Era como el demonio, sobre todo cuando se drogaba.
Acaricié
la pequeña pistola que había adquirido un par de días atrás, deseaba terminar
con mi existencia.
Mi
madre, cuánta razón tenía… Había muerto a causa de un padecimiento que no
supimos prevenir; “cáncer de mama”.
Sola, desesperada por la ausencia de mi madre fallecida y por el abandono en el
que Manolo me tenía sumergida, tomé con determinación la decisión de terminar
con mi vida. Lo haría, pero no allí, en la casa que fuera de mis padres. Guardé
la pistola en mi bolso y me salí con rumbo hacia la ladera. Allá no
encontrarían mi cuerpo, al menos no en unas semanas.
Había
adoptado el hábito por fumar, así que encendí un pitillo al tiempo que caminaba
hacia mi destino. Un auto conocido llamó poderosamente mi atención, era el de
Manolo. Iba acompañado de una de las clientas de la empresa. Sonreían. Alcancé
a mirar que se introducían en un Hotel. —¡Maldito, hijo de la gran puta!—.
Grité entre sollozos al tiempo que apretaba los puños de ambas manos. —¡Y yo
que pensaba quitarme la vida por tu abandono…!
Me
aposté en el vestíbulo del hotel, sin importarme el tiempo que tomara su salida.
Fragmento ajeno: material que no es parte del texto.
package dev.coilwise.error;

import java.util.Locale;

/**
 * Every message template of the library in one place. Each names the quantity, the value found and what is allowed.
 * Placeholders are {@link String#format} specifiers; {@code MessageTest} checks their count against {@link #arity()}.
 * A unit placeholder follows its number directly: callers pass the unit with its leading blank (see {@code Check}).
 */
public enum Message {
    NOT_FINITE("%s must be a finite number, got %s", 2),
    NOT_POSITIVE("%s must be a finite number greater than zero, got %s%s", 3),
    NEGATIVE("%s must be a finite number of zero or more, got %s%s", 3),
    OUT_OF_RANGE("%s must lie between %s and %s%s, got %s%s", 6),
    MISSING("%s is required", 1),
    WIRE_OUT_OF_MATERIAL_RANGE("wire diameter %.3f mm is outside the range of %s (%.3f to %.3f mm); coilwise does not extrapolate a material fit", 4),
    UNKNOWN_MATERIAL("unknown material '%s'; known materials: %s", 2),
    UNKNOWN_KEY("unknown %s '%s'; allowed: %s", 3),
    /** As {@link #UNKNOWN_KEY}, with a "did you mean" hint (or an empty string) after the value. */
    UNKNOWN_CHOICE("unknown %s '%s'%s; allowed: %s", 4),
    INDEX_TOO_LOW("spring index C = D/d must exceed 0.75 for the curvature factor to be defined, got %s", 1),
    SPRING_INDEX_TOO_LOW("spring index C = D/d must exceed 1 (the inner diameter D - d must be positive), got %s", 1),
    WAHL_INDEX_TOO_LOW("spring index C = D/d must exceed 1 for the Wahl factor to be defined, got %s", 1),
    SOLID_EXCEEDS_FREE("free length %.3f mm must exceed the solid length %.3f mm", 2),
    NO_SEPARATION("the spring cannot throw the payload: stored energy %.4g J does not exceed the work against gravity over the stroke", 1),

    // Requirement and spring files (dev.coilwise.requirement). InputProblem adds the file, line, column and key.
    PROBLEMS_IN_FILE("%d problem(s) in %s:", 2),
    TOO_MANY_PROBLEMS("more than %d problems; the rest are not listed", 1),
    FILE_TOO_LARGE("the file %s bytes; coilwise reads files of at most %d bytes (%d MiB)", 3),
    FILE_UNREADABLE("cannot read the file: %s", 1),
    YAML_SYNTAX("not valid YAML: %s", 1),
    YAML_EMPTY("the file is empty; give at least %s", 1),
    YAML_MORE_DOCUMENTS("the file holds more than one YAML document; put one in each file", 0),
    YAML_TOO_DEEP("nesting deeper than %d levels", 1),
    YAML_ALIAS("YAML aliases (*%s) are not accepted; write the value out in full", 1),
    YAML_TAG("YAML type tags (%s) are not accepted; write plain values", 1),
    DUPLICATE_KEY("appears twice; the first is at line %d", 1),
    UNKNOWN_FIELD("unknown key '%s'%s; allowed here: %s", 3),
    MISSING_FIELD("missing; give %s", 1),
    ONE_OF_TWO_MISSING("missing; give %s or %s", 2),
    BOTH_GIVEN("give %s or %s, not both", 2),
    EXPECTED("expected %s, got %s", 2),
    CONTROL_CHARACTER("'%s' holds a control character (a tab, a line break, an escape); write plain text on one line", 1),
    UNDER_OTHER_KEY("'%s' is %s: give it as %s, or give %s", 4),
    NO_VALUE("has no value; give %s such as %s", 2),
    NO_UNIT("'%s' has no unit; give %s such as %s", 3),
    NOT_A_NUMBER("'%s' does not start with a number; give %s such as %s", 3),
    NOT_A_FINITE_NUMBER("'%s' is not a finite number; give %s", 2),
    TOO_LARGE("'%s' is more than %s, the largest %s coilwise accepts; check the number and its unit", 3),
    TOO_SMALL("'%s' is less than %s, the smallest %s coilwise accepts; check the number and its unit", 3),
    UNIT_NOT_LISTED("'%s' has a unit coilwise does not read, '%s'; %s units: %s", 4),
    UNKNOWN_UNIT("'%s' has an unknown unit '%s'%s; %s units: %s", 5),
    MUST_BE_POSITIVE("must be greater than zero, got '%s'", 1),
    MUST_NOT_BE_NEGATIVE("must not be negative, got '%s'", 1),
    NOT_IN_RANGE("must lie between %s and %s, got '%s'", 3),
    NOT_A_CHOICE("'%s' is not allowed%s; allowed: %s", 3),
    NOT_FOR_JOB("applies to job '%s' only; remove it for job '%s'%s", 3),
    DROP_NEEDS_FALL("a drop height means a fall straight down, but motion.direction is '%s'; give motion.speed, the speed at first contact, instead", 1),
    ROD_NOT_BELOW_BORE("'%s' must be smaller than envelope.bore '%s': a spring cannot fit between them", 2),
    NO_ROOM_IN_BORE("after the clearance (%s) nothing fits in envelope.bore '%s': the diametral clearance must be smaller than the bore", 2),
    NO_ROOM_FOR_WIRE("after the clearance (%s) no wire fits between envelope.rod '%s' and envelope.bore '%s'", 3),
    TOO_LONG_FOR("'%s' must be shorter than %s '%s': %s", 4),
    MUST_NOT_EXCEED("'%s' must not exceed %s '%s': %s", 4),
    MATERIAL_NOT_IN_TABLE("unknown material '%s'%s; known materials: %s", 3),
    LIST_EMPTY("must list at least one %s", 1),
    LOW_ABOVE_HIGH("the low end %s exceeds the high end %s", 2),
    STOCK_NOT_FOUND("file not found: %s", 1),
    NOT_A_PATH("'%s' is not a file path this system can open", 1),
    SPRING_TOO_HEAVY("the spring described would weigh %s kg; coilwise checks springs of at most %s kg: check the diameters, the coil count and their units", 2),
    NO_ACTIVE_COILS("'%s' total coils leave no active coils with %s ends (%d inactive coils)", 3),

    // Stock catalogues (dev.coilwise.catalog).
    CATALOG_MAPPING_INVALID("%s: the column mapping has %d problem(s):%n%s", 3),
    CATALOG_MISSING_FIELD("no column for %s (%s); expected one of: %s", 3),
    CATALOG_MAPPING_MISSING_FIELD("no column for %s (%s); map it under columns as %s%s, or give it under constants", 4),
    CATALOG_EMPTY_VALUE("%s is required but the cell is empty", 1),
    CATALOG_BAD_NUMBER("%s must be a number in %s, got '%s'", 3),
    CATALOG_RAGGED_ROW("row has %d fields but the header has %d", 2),
    CATALOG_STATED_DIFFERS("stated %s %.4g %s differs from the computed %.4g %s by %.0f %% (more than %.0f %%); the part is evaluated with the computed value", 7),
    CATALOG_INVALID("%s: %d error(s); nothing was imported (fix the rows, or read the catalogue leniently to skip them):%n%s", 3),

    // Saved shortlists read back by `coilwise report` (dev.coilwise.report.html).
    JSON_SYNTAX("not valid JSON: %s", 1),
    NOT_A_SHORTLIST("not a coilwise shortlist (format is %s); give the shortlist.json that 'coilwise size --out' writes", 1),
    SHORTLIST_VERSION("shortlist format version %s is not supported; this coilwise reads version %d", 2),
    SAVED_FIELD("%s is %s; expected %s", 3);

    private final String template;
    private final int arity;

    Message(String template, int arity) {
        this.template = template;
        this.arity = arity;
    }

    public String template() {
        return template;
    }

    public int arity() {
        return arity;
    }

    /** The filled-in message. */
    public String format(Object... args) {
        if (args.length != arity) {
            throw new InternalFaultException("message " + name() + " takes " + arity + " arguments, got " + args.length);
        }
        return String.format(Locale.ROOT, template, args);
    }
}
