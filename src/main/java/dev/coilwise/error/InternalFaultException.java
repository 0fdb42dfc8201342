package dev.coilwise.error;

/** A state that valid input should never reach: a solver that failed to bracket, a broken invariant. Exit code 1. */
public final class InternalFaultException extends CoilwiseException {
    public InternalFaultException(String message) {
        super(message);
    }

    public InternalFaultException(String message, Throwable cause) {
        super(message, cause);
    }
}
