package dev.coilwise.error;

import java.util.Locale;

/**
 * Argument checks that return the value they checked, so they fit inside record constructors. A NaN or infinite
 * value fails every range check with the message of that range, so the user always reads what is allowed.
 */
public final class Check {
    private Check() {
    }

    public static double finite(String name, double value) {
        if (!Double.isFinite(value)) {
            throw BadInputException.of(Message.NOT_FINITE, name, value);
        }
        return value;
    }

    /** Checks value &gt; 0 and finite; {@code unit} is only used in the message. */
    public static double positive(String name, double value, String unit) {
        if (!(value > 0) || Double.isInfinite(value)) {
            throw BadInputException.of(Message.NOT_POSITIVE, name, fmt(value), unit);
        }
        return value;
    }

    /** Checks value ≥ 0 and finite. */
    public static double nonNegative(String name, double value, String unit) {
        if (!(value >= 0) || Double.isInfinite(value)) {
            throw BadInputException.of(Message.NEGATIVE, name, fmt(value), unit);
        }
        return value;
    }

    /** Checks min ≤ value ≤ max (a NaN fails). */
    public static double inRange(String name, double value, double min, double max, String unit) {
        if (!(value >= min && value <= max)) {
            throw BadInputException.of(Message.OUT_OF_RANGE, name, fmt(min), fmt(max), unit, fmt(value), unit);
        }
        return value;
    }

    public static <T> T notNull(String name, T value) {
        if (value == null) {
            throw BadInputException.of(Message.MISSING, name);
        }
        return value;
    }

    static String fmt(double v) {
        return String.format(Locale.ROOT, "%.6g", v);
    }
}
El ascensor abría y cerraba las puertas, pero mi vista no se apartaba un sólo
instante de ellas. Uno de los mozos del hotel me preguntó cortésmente si se me
ofrecía algo. Le dije que esperaba a uno de los huéspedes. No insistió.
Tres
horas después, al fin, mi espera daba sus frutos. Saqué de mi bolso la pistola
y me planté frente a ellos… —¡Hola, Manolo!, ¿qué tal fue con tu reunión,
habéis logrado el contrato?— Ambos me miraron estupefactos mientras yo les
apuntaba con la pistola hacia la cara. Manolo dio un par de pasos atrás, la sonrisa
de sus carnosos labios se había desdibujado. La señora se había quedado muda,
tan sólo atinaba a llevar sus manos a la altura de su pecho. —¡Espera, mujer,
que puedo explicarlo todo!—. Esas fueron sus últimas palabras, yo había jalado
del gatillo.
No
supe de la señora que lo acompañaba, ni de mí… reaccioné justo cuando una de
las celadoras me ordenaba. —¡Jolines, que cojas el puñetero uniforme, guarra!—.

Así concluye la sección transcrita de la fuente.